The required output is the lines below from the line containing "expect(sync.body.counts.stored).toBe(22)" to the line containing "1, erasedBefore: null", inclusive, retyped exactly. No other lines belong in it.

START Records to use

import { createHash, randomUUID } from 'node:crypto'
import { QueryTypes } from 'sequelize'
import { afterAll, beforeAll, describe, expect, it } from 'vitest'
import type { FarmFootprint, ErasureResult } from '../../shared/types/privacy'
import { Organisation, Photo, Round, Visit } from '../../server/db/models'
import { closeTestDatabase, testDatabase } from '../support/database'
import { type SyncBody, type TestRound, makeRound, makeVisit } from '../support/field'
import { fitAndWait } from '../support/models'
import { objectSize } from '../support/object-store'
import { type TestOrganisation, makeOrganisation } from '../support/organisation'
import { baseUrl } from '../support/server'

// Erasure on request, checked where the data lives: every table of the database, the object store, the answer a
// tablet gets at its next sync, and the exports. An invented organisation of its own, so its setting can change.

let org: TestOrganisation
let round: TestRound
const FARM = `KH-${randomUUID().slice(0, 8)}`
const NAME = 'Nakato Ssewanyana-Varga'
const visitA1 = () => makeVisit(round, { farmCode: FARM, location: { kind: 'gps', lat: -13.0987654, lon: 31.5012345, accuracyM: 5 } },
  { farm_size_ha: 3.5, notes: `${NAME} lives by the borehole` })
let a1: ReturnType<typeof visitA1>
let a2: ReturnType<typeof visitA1>
let photoKey: string
let runId: number
let statesSince: string

const sha = (b: Buffer) => createHash('sha256').update(b).digest('hex')
const jpeg = Buffer.concat([Buffer.from([0xFF, 0xD8, 0xFF, 0xE0]), Buffer.alloc(20_000, 9)])

function putPhoto(photoId: string, visitId: string) {
  return fetch(`${baseUrl()}/api/photos/${photoId}?visitId=${visitId}&sha256=${sha(jpeg)}`, {
    method: 'PUT',
    headers: { 'content-type': 'image/jpeg', 'cookie': org.enumerator.cookieHeader(), 'x-forwarded-for': '10.9.1.1' },
    body: jpeg
  })
}

/** The tables where a value still appears, in any column of any row: the erased values must appear nowhere. */
async function tablesHolding(...needles: string[]): Promise<string[]> {
  const db = testDatabase()
  const tables = await db.query<{ name: string }>('SELECT table_name AS name FROM information_schema.tables WHERE table_schema = DATABASE()', { type: QueryTypes.SELECT })
  const found: string[] = []
  for (const { name } of tables) {
    const text = JSON.stringify(await db.query(`SELECT * FROM \`${name}\``, { type: QueryTypes.SELECT }))
    for (const needle of needles) if (text.includes(needle)) found.push(`${name}: ${needle}`)
  }
  return found
}

beforeAll(async () => {
  testDatabase()
  org = await makeOrganisation('Kestrel Hollow Growers Union')
  round = await makeRound(org.coordinator, org.enumeratorId, [{ key: 'notes', label: 'Notes', type: 'text', maxLength: 200 }])
  a1 = visitA1()
  a2 = { ...visitA1(), answers: { adopted: false, farm_size_ha: 3.4, household_size: 5, notes: `Second call on ${NAME}` } }
  // Twenty other farms, so that a model can be fitted on the accepted visits.
  const others = Array.from({ length: 20 }, (_, i) => makeVisit(round, {}, { adopted: i % 3 === 0, farm_size_ha: 1 + (i % 7), household_size: 3 + (i % 5) }))
  const sync = await org.enumerator.post<SyncBody>('/api/sync/visits', { visits: [a1, a2, ...others] })
  expect(sync.status).toBe(200)
  expect(sync.body.counts.stored).toBe(22)
  const photo = await putPhoto(randomUUID(), a1.id)
  expect(photo.status).toBe(200)
  photoKey = (await Photo.findOne({ where: { visitId: a1.id } }))!.objectKey
  // A1 accepted (it feeds the model); A2 sent back with a reason naming the farmer (it goes into mail and the audit).
  expect((await org.coordinator.post(`/api/review/visits/${a1.id}`, { action: 'accept' })).status).toBe(200)
  expect((await org.coordinator.post(`/api/review/visits/${a2.id}`, { action: 'send_back', reason: `Ask ${NAME} again about the plot` })).status).toBe(200)
  const bulk = await org.coordinator.post('/api/review/accept-unflagged', { roundId: round.roundId, count: 20 })
  expect(bulk.status).toBe(200)
  const run = await fitAndWait(org.coordinator, { roundId: round.roundId, covariates: [{ key: 'farm_size_ha' }, { key: 'household_size' }] })
  expect(run.status).toBe('done')
  expect(run.dataChanged).toBe(false)
  runId = run.id
  statesSince = new Date(Date.now() - 1000).toISOString()
})
afterAll(closeTestDatabase)

describe('erasing one farm at the farmer\'s request (non-identifying answers kept)', () => {
  let result: ErasureResult

  it('shows where the farm\'s data lives before anything is erased', async () => {
    await Organisation.update({ settings: { ...(await Organisation.findByPk(org.id))!.settings, privacy: { keepAnswersAfterErasure: true, retentionDays: { photos: null, gps: null, names: null } } } }, { where: { id: org.id } })
    const answer = await org.coordinator.get<FarmFootprint>(`/api/privacy/farm?code=${encodeURIComponent(FARM.toLowerCase())}`)
    expect(answer.status).toBe(200)
    expect(answer.body).toMatchObject({ visits: 2, photos: 1, tablets: 1, erasedBefore: null })
    expect(answer.body.rounds).toEqual([expect.objectContaining({ roundId: round.roundId, visits: 2, accepted: 1 })])
    expect(answer.body.sources.length).toBeGreaterThanOrEqual(4)
  })

  it('refuses without a reason and changes nothing', async () => {
    const answer = await org.coordinator.post('/api/privacy/erasures', { farmCode: FARM, reason: '' })
    expect(answer.status).toBe(400)
    expect(await Visit.count({ where: { farmCode: FARM } })).toBe(2)
  })

  it('erases from the database: code replaced, position, free text and photo rows gone, numbers kept; values nowhere', async () => {
    expect(await objectSize(photoKey)).toBe(jpeg.length)
    const answer = await org.coordinator.post<ErasureResult>('/api/privacy/erasures', { farmCode: FARM, reason: 'The farmer withdrew consent at the village meeting' })
    expect(answer.status).toBe(200)
    result = answer.body
    expect(result).toMatchObject({ visits: 2, photos: 1, rounds: 1, keptAnswers: true, modelRoundsChanged: 1 })
    expect(result.opaqueId).toMatch(/^E-[0-9a-f]{12}$/)

    const rows = await Visit.findAll({ where: { id: [a1.id, a2.id] }, order: [['savedAt', 'ASC']] })
    expect(rows).toHaveLength(2)
    for (const row of rows) {
      expect(row.farmCode).toBe(result.opaqueId)
      expect([row.lat, row.lon, row.accuracyM, row.manualLocationReason]).toEqual([null, null, null, null])
      expect(row.answers).not.toHaveProperty('notes')
      expect(row.namesPurgedAt).not.toBeNull()
    }
    expect(rows.find(r => r.id === a1.id)!.answers).toMatchObject({ adopted: true, farm_size_ha: 3.5, household_size: 6 })
    expect(await Photo.count({ where: { visitId: [a1.id, a2.id] } })).toBe(0)

    expect(await tablesHolding(FARM, NAME, '-13.0987654')).toEqual([])
    // The audit keeps the reason and the counts, not the erased values.
    const [entry] = await testDatabase().query<{ details: string }>('SELECT details FROM audit_entries WHERE action = \'farm.erase\' AND organisation_id = ? ORDER BY id DESC LIMIT 1', { replacements: [org.id], type: QueryTypes.SELECT })
    const details = typeof entry!.details === 'string' ? JSON.parse(entry!.details) : entry!.details
    expect(details).toMatchObject({ reason: 'The farmer withdrew consent at the village meeting', visits: 2, photos: 1, opaqueId: result.opaqueId })
  })

  it('deletes the photo from the object store', async () => {
    expect(await objectSize(photoKey)).toBeNull()
  })

  it('marks the model fit as built on data that has since changed', async () => {
    const run = await org.coordinator.get<{ dataChanged: boolean }>(`/api/models/${runId}`)
    expect(run.body.dataChanged).toBe(true)
  })

  it('tells the tablet at its next sync to drop its copies, and stores nothing of the farm again', async () => {
    const states = await org.enumerator.get<{ visits: Array<{ id: string }>, erased: string[] }>(`/api/sync/visits?since=${encodeURIComponent(statesSince)}`)
    expect(states.status).toBe(200)
    expect(states.body.erased.sort()).toEqual([a1.id, a2.id].sort())
    expect(states.body.visits.map(v => v.id)).not.toContain(a1.id)
    expect(JSON.stringify(states.body)).not.toContain(FARM)

    // A tablet that had not synced yet sends the sent-back visit again, and a new visit of the same farm (any case).
    const again = { ...a2, baseVersion: 2, answers: { ...a2.answers, notes: `${NAME} again` } }
    const fresh = makeVisit(round, { farmCode: FARM.toLowerCase() }, { notes: NAME })
    const sync = await org.enumerator.post<SyncBody>('/api/sync/visits', { visits: [again, fresh] })
    expect(sync.status).toBe(200)
    expect(sync.body.results.map(r => r.status)).toEqual(['erased', 'erased'])
    expect(await Visit.findByPk(fresh.id)).toBeNull()
    expect((await Visit.findByPk(a2.id))!.farmCode).toBe(result.opaqueId)
    // A photo the tablet still had waiting is refused.
    expect((await putPhoto(randomUUID(), a1.id)).status).toBe(410)
    expect(await tablesHolding(FARM, NAME)).toEqual([])
  })

  it('leaves the farm code and free text out of every later export', async () => {
    const csv = await org.coordinator.get<string>(`/api/rounds/${round.roundId}/export?part=visits`)
    expect(csv.status).toBe(200)
    expect(csv.body).not.toContain(FARM)
    expect(csv.body).not.toContain(NAME)
    expect(csv.body).toContain(result.opaqueId)
    const zip = await fetch(`${baseUrl()}/api/rounds/${round.roundId}/export?part=all`, { headers: { 'cookie': org.coordinator.cookieHeader(), 'x-forwarded-for': '10.9.1.2' } })
    const bytes = Buffer.from(await zip.arrayBuffer())
    const { unzipSync, strFromU8 } = await import('fflate')
    const files = unzipSync(bytes)
    for (const [, content] of Object.entries(files)) expect(strFromU8(content)).not.toContain(FARM)
  })
})

describe('erasing when the organisation keeps nothing of an erased farm', () => {
  it('deletes the visits entirely and still tells the tablet', async () => {
    await Organisation.update({ settings: { ...(await Organisation.findByPk(org.id))!.settings, privacy: { keepAnswersAfterErasure: false, retentionDays: { photos: null, gps: null, names: null } } } }, { where: { id: org.id } })
    const farm = `KH-${randomUUID().slice(0, 8)}`
    const visit = makeVisit(round, { farmCode: farm }, { notes: 'Plot beside the dam' })
    expect((await org.enumerator.post('/api/sync/visits', { visits: [visit] })).status).toBe(200)
    expect((await org.coordinator.post(`/api/review/visits/${visit.id}`, { action: 'accept' })).status).toBe(200)
    const version = (await Round.findByPk(round.roundId))!.dataVersion
    const since = new Date(Date.now() - 1000).toISOString()
    const answer = await org.coordinator.post<ErasureResult>('/api/privacy/erasures', { farmCode: farm, reason: 'Consent withdrawn by telephone' })
    expect(answer.status).toBe(200)
    expect(answer.body).toMatchObject({ visits: 1, keptAnswers: false, modelRoundsChanged: 1 })
    expect(await Visit.findByPk(visit.id)).toBeNull()
    expect((await Round.findByPk(round.roundId))!.dataVersion).toBe(version + 1)
    const states = await org.enumerator.get<{ erased: string[] }>(`/api/sync/visits?since=${encodeURIComponent(since)}`)
    // Erasures of the tests before may fall in the same second: this visit is among those the tablet is told of.
    expect(states.body.erased).toContain(visit.id)
    expect(await tablesHolding(farm)).toEqual([])
    // Nothing left to erase: a clear 404.
    expect((await org.coordinator.post('/api/privacy/erasures', { farmCode: farm, reason: 'Asked twice' })).status).toBe(404)
  })

  it('finds nothing of another organisation\'s farms', async () => {
    const answer = await org.coordinator.get<FarmFootprint>('/api/privacy/farm?code=F-00000001')
    expect(answer.body.visits).toBe(0)
  })
})
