import { DataTypes, Model, type CreationOptional, type InferAttributes, type InferCreationAttributes, type Sequelize } from 'sequelize'

/** A place visits are recorded in: code, district, centre point and optionally a GeoJSON boundary. */
export class Village extends Model<InferAttributes<Village>, InferCreationAttributes<Village>> {
  declare id: CreationOptional<number>
  declare organisationId: number
  declare code: string
  declare name: string
  declare district: string
  declare centreLat: number
  declare centreLon: number
  declare boundary: Record<string, unknown> | null
  declare createdAt: CreationOptional<Date>
  declare updatedAt: CreationOptional<Date>

  static initModel(sequelize: Sequelize) {
    Village.init({
      id: { type: DataTypes.INTEGER.UNSIGNED, autoIncrement: true, primaryKey: true },
      organisationId: { type: DataTypes.INTEGER.UNSIGNED, allowNull: false },
      code: { type: DataTypes.STRING(32), allowNull: false },
      name: { type: DataTypes.STRING(120), allowNull: false },
      district: { type: DataTypes.STRING(120), allowNull: false },
      centreLat: { type: DataTypes.DOUBLE, allowNull: false },
      centreLon: { type: DataTypes.DOUBLE, allowNull: false },
      boundary: { type: DataTypes.JSON, allowNull: true },
      createdAt: DataTypes.DATE,
      updatedAt: DataTypes.DATE
    }, { sequelize, tableName: 'villages' })
  }
}
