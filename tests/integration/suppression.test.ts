import { afterAll, beforeAll, describe, expect, it } from 'vitest'
import { Organisation, User } from '../../server/db/models'
import type { ModelRunDetail, ModelRunSummary } from '../../shared/types/models'
import type { MapVillage } from '../../shared/types/overview'
import { closeTestDatabase, testDatabase } from '../support/database'
import { uniqueEmail } from '../support/outbox'
import { type Client, DEMO, demoUser, freshClient } from '../support/server'

// The differencing attack on hidden villages, against an invented programme of its own: five villages with
// 8, 10, 25, 30 and 40 farms, a minimum of 9 visits. A funder who subtracts the shown villages from every round
// figure (and from scenarios aimed at the hidden village) must recover nothing about it.

const MIN = 9
const SIZES: Record<string, number> = { A: 8, B: 10, C: 25, D: 30, E: 40 }
let coordinator: Client
let funder: Client
let roundId: number
let codes: Record<string, string>
const truth: Record<string, { n: number, adopters: number }> = {}

async function signedIn(organisationId: number, email: string, role: string) {
  const { passwordHash } = (await User.findOne({ where: { email: demoUser('admin').email } }))!
  await User.create({ organisationId, email, name: `Test ${role}`, role: role as 'coordinator', passwordHash, lastSignInAt: null })
  const client = freshClient()
  await client.signIn(email, DEMO.password)
  return client
}

async function ok<T>(answer: Promise<{ status: number, body: T }>, status = 200): Promise<T> {
  const a = await answer
  if (a.status !== status) throw new Error(`${a.status} ${JSON.stringify(a.body).slice(0, 300)}`)
  return a.body
}

beforeAll(async () => {
  testDatabase()
  const suffix = Math.random().toString(36).slice(2, 8)
  const organisation = await Organisation.create({
    name: 'Mopane Valley Growers',
    slug: `mopane-valley-${suffix}`,
    settings: { defaultClusterVariable: 'village', minVisitsForFunders: MIN, funderOrganisations: [{ name: 'Kestrel Rural Fund', emailDomain: `kestrel-${suffix}.example` }] }
  })
  coordinator = await signedIn(organisation.id, uniqueEmail('mopane-coordinator'), 'coordinator')
  funder = await signedIn(organisation.id, `analyst-${suffix}@kestrel-${suffix}.example`, 'funder')

  codes = {}
  const villageIds: number[] = []
  for (const [i, key] of Object.keys(SIZES).entries()) {
    codes[key] = `MV${suffix}${key}`.toUpperCase()
    const v = await ok(coordinator.post<{ id: number }>('/api/villages', { code: codes[key], name: `Mopane ${key}`, district: 'Mopane Valley', centreLat: -17 - i * 0.1, centreLon: 27 }))
    villageIds.push(v.id)
  }
  roundId = (await ok(coordinator.post<{ id: number }>('/api/rounds', { name: 'Mopane storage bags', technology: 'hermetic storage bags', season: '2026' }))).id
  await ok(coordinator.request('PUT', `/api/rounds/${roundId}/questionnaire`, { questions: [{ key: 'farm_size_ha', label: 'Farm size', type: 'number', min: 0, max: 50, required: true }] }))
  await ok(coordinator.request('PUT', `/api/rounds/${roundId}/villages`, { villageIds }))
  await ok(coordinator.request('PATCH', `/api/rounds/${roundId}`, { status: 'open' }))

  // Past data through the CSV import: adoption rises with farm size, with a fixed pattern of exceptions.
  const lines = ['farm,village,adopted,farm_size_ha']
  let farm = 0
  for (const [key, n] of Object.entries(SIZES)) {
    truth[key] = { n, adopters: 0 }
    for (let i = 0; i < n; i++) {
      const size = 0.5 + ((farm * 37) % 40) / 10
      const adopted = (size > 2.2) !== (farm % 7 === 0)
      if (adopted) truth[key]!.adopters++
      lines.push(`MV-${farm++},${codes[key]},${adopted ? 'yes' : 'no'},${size}`)
    }
  }
  await ok(coordinator.post(`/api/rounds/${roundId}/imports`, {
    csv: `${lines.join('\n')}\n`, fileName: 'mopane.csv', mode: 'all-or-nothing',
    mapping: { farmCode: 'farm', villageCode: 'village', questions: { adopted: 'adopted', farm_size_ha: 'farm_size_ha' } }
  }))

  const started = await ok(coordinator.post<ModelRunSummary>('/api/models', { roundId, covariates: [{ key: 'farm_size_ha' }] }), 202)
  let run: ModelRunDetail | undefined
  for (let i = 0; i < 160 && run?.status !== 'done'; i++) {
    run = await ok(coordinator.get<ModelRunDetail>(`/api/models/${started.id}`))
    if (run.status === 'failed') throw new Error(JSON.stringify(run))
    if (run.status !== 'done') await new Promise(resolve => setTimeout(resolve, 250))
  }
  // One scenario for everyone, one aimed at the hidden village alone.
  await ok(coordinator.post(`/api/models/${started.id}/scenarios`, { scenarios: [
    { name: 'One more hectare', covariate: 'farm_size_ha', shift: 1 },
    { name: 'Aimed at A', covariate: 'farm_size_ha', shift: 3, villages: [codes.A] }
  ] }))
  await ok(coordinator.post(`/api/models/${started.id}/publish`, { note: 'Mopane results for planning', scenarioNames: ['One more hectare', 'Aimed at A'] }))
})
afterAll(closeTestDatabase)

interface RoundFigures { roundId: number, farmsVisited: number, observedRate: number, predicted: { estimate: number, ciLow: number | null }, suppressedVillages: number, villages: number, scenarios: Array<{ name: string, change: number }> }

describe('a funder subtracting shown villages from the round figures', () => {
  let round: RoundFigures
  let villages: MapVillage[]

  beforeAll(async () => {
    round = (await ok(funder.get<RoundFigures[]>('/api/overview'))).find(r => r.roundId === roundId)!
    villages = (await ok(funder.get<{ villages: MapVillage[] }>(`/api/overview/${roundId}`))).villages
  })

  it('hides the small village and, with it, the next smallest', () => {
    const hidden = villages.filter(v => v.suppressed).map(v => v.code).sort()
    expect(hidden).toEqual([codes.A, codes.B].sort())
    for (const v of villages.filter(v => v.suppressed)) expect(v).toMatchObject({ visits: null, observedRate: null, predicted: null, scenarios: {} })
    expect(round.suppressedVillages).toBe(2)
  })

  it('recovers nothing: totals minus shown villages leave no farms and no adopters', () => {
    const shown = villages.filter(v => !v.suppressed)
    const shownVisits = shown.reduce((s, v) => s + v.visits!, 0)
    const shownAdopters = shown.reduce((s, v) => s + v.visits! * v.observedRate!, 0)
    // The attack: round total minus the shown villages.
    const recoveredVisits = round.farmsVisited - shownVisits
    const recoveredAdopters = round.farmsVisited * round.observedRate - shownAdopters
    expect(recoveredVisits).toBe(0)
    expect(recoveredAdopters).toBeCloseTo(0, 9)
    expect(recoveredVisits).not.toBe(truth.A!.n)
    // The predicted figure, too, is over the shown villages only, and carries no interval whose midpoint would
    // give the full-round figure back.
    const shownPredicted = shown.reduce((s, v) => s + v.visits! * v.predicted!.estimate, 0) / shownVisits
    expect(round.predicted.estimate).toBeCloseTo(shownPredicted, 12)
    expect(round.predicted.ciLow).toBeNull()
  })

  it('even a funder who knows the true total from elsewhere learns only a group of two villages above the minimum', () => {
    const trueTotal = Object.values(truth).reduce((s, t) => s + t.n, 0)
    const group = trueTotal - round.farmsVisited
    expect(group).toBe(truth.A!.n + truth.B!.n)
    expect(group).toBeGreaterThanOrEqual(MIN)
  })

  it('a scenario aimed at the hidden village changes nothing a funder can see', () => {
    const aimed = round.scenarios.find(s => s.name === 'Aimed at A')!
    expect(aimed.change).toBe(0)
    const everyone = round.scenarios.find(s => s.name === 'One more hectare')!
    const shown = villages.filter(v => !v.suppressed)
    const expected = shown.reduce((s, v) => s + v.visits! * (v.scenarios['One more hectare']! - v.predicted!.estimate), 0) / shown.reduce((s, v) => s + v.visits!, 0)
    expect(everyone.change).toBeCloseTo(expected, 6)
  })
})
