describe('models over several rounds', () => {
  const covariates = [{ key: 'farm_size_ha' }, { key: 'extension_contact' }, { key: 'dealer_distance_km' }]
  let pooled: ModelRunDetail
  let exported: string[][]

  beforeAll(async () => {
    const answer = await coordinator.get<string>(`/api/rounds/${demoRounds.main}/panel?with=${demoRounds.earlier}&part=panel`)
    exported = rectangular(answer.body)
  })

  it('pooled with round effects: coefficients and clustered SEs match statsmodels on the exported rows', async () => {
    pooled = await fitAndWait({ roundId: demoRounds.main, covariates, several: { roundIds: [demoRounds.earlier], model: 'pooled' } })
    expect(pooled.status, JSON.stringify(pooled.error)).toBe('done')
    const r = pooled.results!
    expect(r.rows.used).toBe(exported.length - 1)
    const roundTerm = r.coefficients.find(c => c.term.startsWith('_round['))!
    expect(roundTerm.label).toMatch(/^round: 2\. .* vs 1\. /)
    // The demo's later round was generated 0.35 higher on the latent scale (server/db/demo/second-round.ts).
    expect(roundTerm.estimate).toBeGreaterThan(0.15)
    expect(roundTerm.estimate).toBeLessThan(0.55)
    expect(r.rounds!.transitions).toHaveLength(1)
    const t = r.rounds!.transitions[0]!
    expect(t.farmsInBoth).toBe(await Visit.count({ where: { roundId: demoRounds.earlier, reviewState: 'accepted' } }))
    expect(t.stayedNon + t.adopted + t.disAdopted + t.stayedAdopter).toBe(t.farmsInBoth)
    expect(t.adopted).toBeGreaterThan(0)
    expect(t.disAdopted).toBeGreaterThan(0)

    // statsmodels 0.13 (Debian's python3-statsmodels): Probit with C(round_number) and cluster SEs by village.
    const dir = mkdtempSync(join(tmpdir(), 'panel-'))
    writeFileSync(join(dir, 'panel.csv'), `${exported.map(row => row.map(c => `"${c.replaceAll('"', '""')}"`).join(',')).join('\n')}\n`)
    const script = `
import sys, json, pandas as pd, statsmodels.formula.api as smf
d = pd.read_csv(sys.argv[1])
d['y'] = (d['adopted'] == 'yes').astype(float)
d['extension_contact'] = (d['extension_contact'] == 'yes').astype(float)
d['village_code'] = d['village_code'].astype('category').cat.codes
m = smf.probit('y ~ farm_size_ha + extension_contact + dealer_distance_km + C(round_number)', data=d).fit(disp=0, tol=1e-12, maxiter=200, cov_type='cluster', cov_kwds={'groups': d['village_code']})
print(json.dumps({'b': list(m.params.values), 'se': list(m.bse.values), 'names': list(m.params.index)}))
`
    const out = spawnSync(PY, ['-c', script, join(dir, 'panel.csv')], { encoding: 'utf8' })
    expect(out.status, out.stderr).toBe(0)
    const ref = JSON.parse(out.stdout) as { b: number[], se: number[], names: string[] }
    // statsmodels: Intercept, C(round_number)[T.2], then the covariates; ours: intercept, covariates, then the round.
    const ours = Object.fromEntries(r.coefficients.map(c => [c.term, c]))
    const pairs: Array<[string, string]> = [['Intercept', '(Intercept)'], ['farm_size_ha', 'farm_size_ha'], ['extension_contact', 'extension_contact'], ['dealer_distance_km', 'dealer_distance_km'], ['C(round_number)[T.2]', roundTerm.term]]
    for (const [theirs, mine] of pairs) {
      const j = ref.names.indexOf(theirs)
      expect(j, theirs).toBeGreaterThanOrEqual(0)
      expect(Math.abs(ours[mine]!.estimate - ref.b[j]!) / Math.abs(ref.b[j]!)).toBeLessThan(1e-6)
      expect(Math.abs(ours[mine]!.se! - ref.se[j]!) / ref.se[j]!).toBeLessThan(1e-5)
    }
  })

  it('farm random intercept with farm means (correlated random effects): the app agrees with the engine run on the export', async () => {
    const run = await fitAndWait({ roundId: demoRounds.main, covariates, link: 'probit', several: { roundIds: [demoRounds.earlier], model: 'farm-effects' } })
    expect(run.status, JSON.stringify(run.error)).toBe('done')
    const r = run.results!
    // Farm size changes between the demo's rounds; the distance to the dealer does not (no mean: it would duplicate
    // itself); the engine adds means for numbers only.
    expect(r.rounds!.farmMeans).toEqual(['farm_size_ha'])
    expect(r.coefficients.some(c => c.term === 'farm_size_ha__farm_mean')).toBe(true)
    expect(r.randomIntercept!.sigma.estimate).toBeGreaterThanOrEqual(0)
    expect(r.villages).toBeNull()
    const header = exported[0]!
    const at = (name: string) => header.indexOf(name)
    const rows = exported.slice(1).map(row => ({
      adopted: row[at('adopted')] === 'yes' ? 1 : 0,
      farm_size_ha: Number(row[at('farm_size_ha')]),
      extension_contact: row[at('extension_contact')] === 'yes',
      dealer_distance_km: Number(row[at('dealer_distance_km')]),
      village: row[at('village_code')],
      _round: `${row[at('round_number')]}. ${row[at('round')]}`,
      _farm: row[at('farm_pseudonym')]
    }))
    const local = runModel(rows, run.spec)
    expect(local.rows.used).toBe(r.rows.used)
    for (const c of r.coefficients) {
      const mine = local.coefficients.find(x => x.term === c.term)!
      expect(Math.abs(mine.estimate - c.estimate) / Math.max(1e-3, Math.abs(c.estimate)), c.term).toBeLessThan(1e-6)
    }
    expect(Math.abs(local.randomIntercept!.sigma.estimate - r.randomIntercept!.sigma.estimate)).toBeLessThan(1e-6)
    expect(local.rounds!.transitions).toEqual(r.rounds!.transitions)
  })

  it('reports the data as changed when a visit of the OTHER round changes, exports the transitions, and is not published', async () => {
    expect((await coordinator.get<ModelRunDetail>(`/api/models/${pooled.id}`)).body.dataChanged).toBe(false)
    const zip = await fetch(`${process.env.FURROWCAST_TEST_URL}/api/models/${pooled.id}/export?format=zip`, { headers: { 'cookie': coordinator.cookieHeader(), 'x-forwarded-for': '10.77.1.3' } })
    const files = unzipSync(new Uint8Array(await zip.arrayBuffer()))
    const transitions = rectangular(strFromU8(files['transitions.csv']!))
    expect(transitions[0]).toEqual(['from_round', 'to_round', 'farms_in_both', 'stayed_non_adopters', 'adopted', 'dis_adopted', 'stayed_adopters', 'adoption_rate_percent', 'dis_adoption_rate_percent'])
    expect(Number(transitions[1]![2])).toBe(pooled.results!.rounds!.transitions[0]!.farmsInBoth)
    const json = await coordinator.get<{ results: { rounds: { transitions: unknown[] } } }>(`/api/models/${pooled.id}/export?format=json`)
    expect(json.body.results.rounds.transitions).toEqual(pooled.results!.rounds!.transitions)
    const publish = await coordinator.post(`/api/models/${pooled.id}/publish`, { note: 'Two rounds together', targetRate: 0.3 })
    expect(publish.status).toBe(409)
    // One accepted visit of the earlier round is sent back: the run's data changed.
    const visit = await Visit.findOne({ where: { roundId: demoRounds.earlier, reviewState: 'accepted' }, order: [['id', 'DESC']] })
    expect((await coordinator.post(`/api/review/visits/${visit!.id}`, { action: 'send_back', reason: 'Check the farm size again' })).status).toBe(200)
    expect((await coordinator.get<ModelRunDetail>(`/api/models/${pooled.id}`)).body.dataChanged).toBe(true)
    expect((await coordinator.post(`/api/review/visits/${visit!.id}`, { action: 'accept' })).status).toBe(200)
  })

  it('refuses a several-rounds model with another round twice, a sampling plan or a question another round lacks', async () => {
    const twice = await coordinator.post('/api/models/preview', { roundId: demoRounds.main, covariates, several: { roundIds: [demoRounds.main], model: 'pooled' } })
    expect(twice.status).toBe(400)
    const survey = await coordinator.post('/api/models/preview', { roundId: demoRounds.main, covariates, villages: 'survey', weights: 'farm_size_ha', several: { roundIds: [demoRounds.earlier] } })
    expect(survey.status).toBe(400)
    const lacking = await coordinator.post<{ message: string }>('/api/models/preview', { roundId: demoRounds.main, covariates: [{ key: 'livestock_tlu' }], several: { roundIds: [first.roundId] } })
    expect(lacking.status).toBe(400)
    expect(lacking.body.message).toMatch(/Livestock owned is not asked in every chosen round/)
  })
})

END Records to use

Problem solution
  expect(sync.body.counts.stored).toBe(22)
  const photo = await putPhoto(randomUUID(), a1.id)
  expect(photo.status).toBe(200)
  photoKey = (await Photo.findOne({ where: { visitId: a1.id } }))!.objectKey
  // A1 accepted (it feeds the model); A2 sent back with a reason naming the farmer (it goes into mail and the audit).
  expect((await org.coordinator.post(`/api/review/visits/${a1.id}`, { action: 'accept' })).status).toBe(200)
  expect((await org.coordinator.post(`/api/review/visits/${a2.id}`, { action: 'send_back', reason: `Ask ${NAME} again about the plot` })).status).toBe(200)
  const bulk = await org.coordinator.post('/api/review/accept-unflagged', { roundId: round.roundId, count: 20 })
  expect(bulk.status).toBe(200)
  const run = await fitAndWait(org.coordinator, { roundId: round.roundId, covariates: [{ key: 'farm_size_ha' }, { key: 'household_size' }] })
  expect(run.status).toBe('done')
  expect(run.dataChanged).toBe(false)
  runId = run.id
  statesSince = new Date(Date.now() - 1000).toISOString()
})
afterAll(closeTestDatabase)

describe('erasing one farm at the farmer\'s request (non-identifying answers kept)', () => {
  let result: ErasureResult

  it('shows where the farm\'s data lives before anything is erased', async () => {
    await Organisation.update({ settings: { ...(await Organisation.findByPk(org.id))!.settings, privacy: { keepAnswersAfterErasure: true, retentionDays: { photos: null, gps: null, names: null } } } }, { where: { id: org.id } })
    const answer = await org.coordinator.get<FarmFootprint>(`/api/privacy/farm?code=${encodeURIComponent(FARM.toLowerCase())}`)
    expect(answer.status).toBe(200)
    expect(answer.body).toMatchObject({ visits: 2, photos: 1, tablets: 1, erasedBefore: null })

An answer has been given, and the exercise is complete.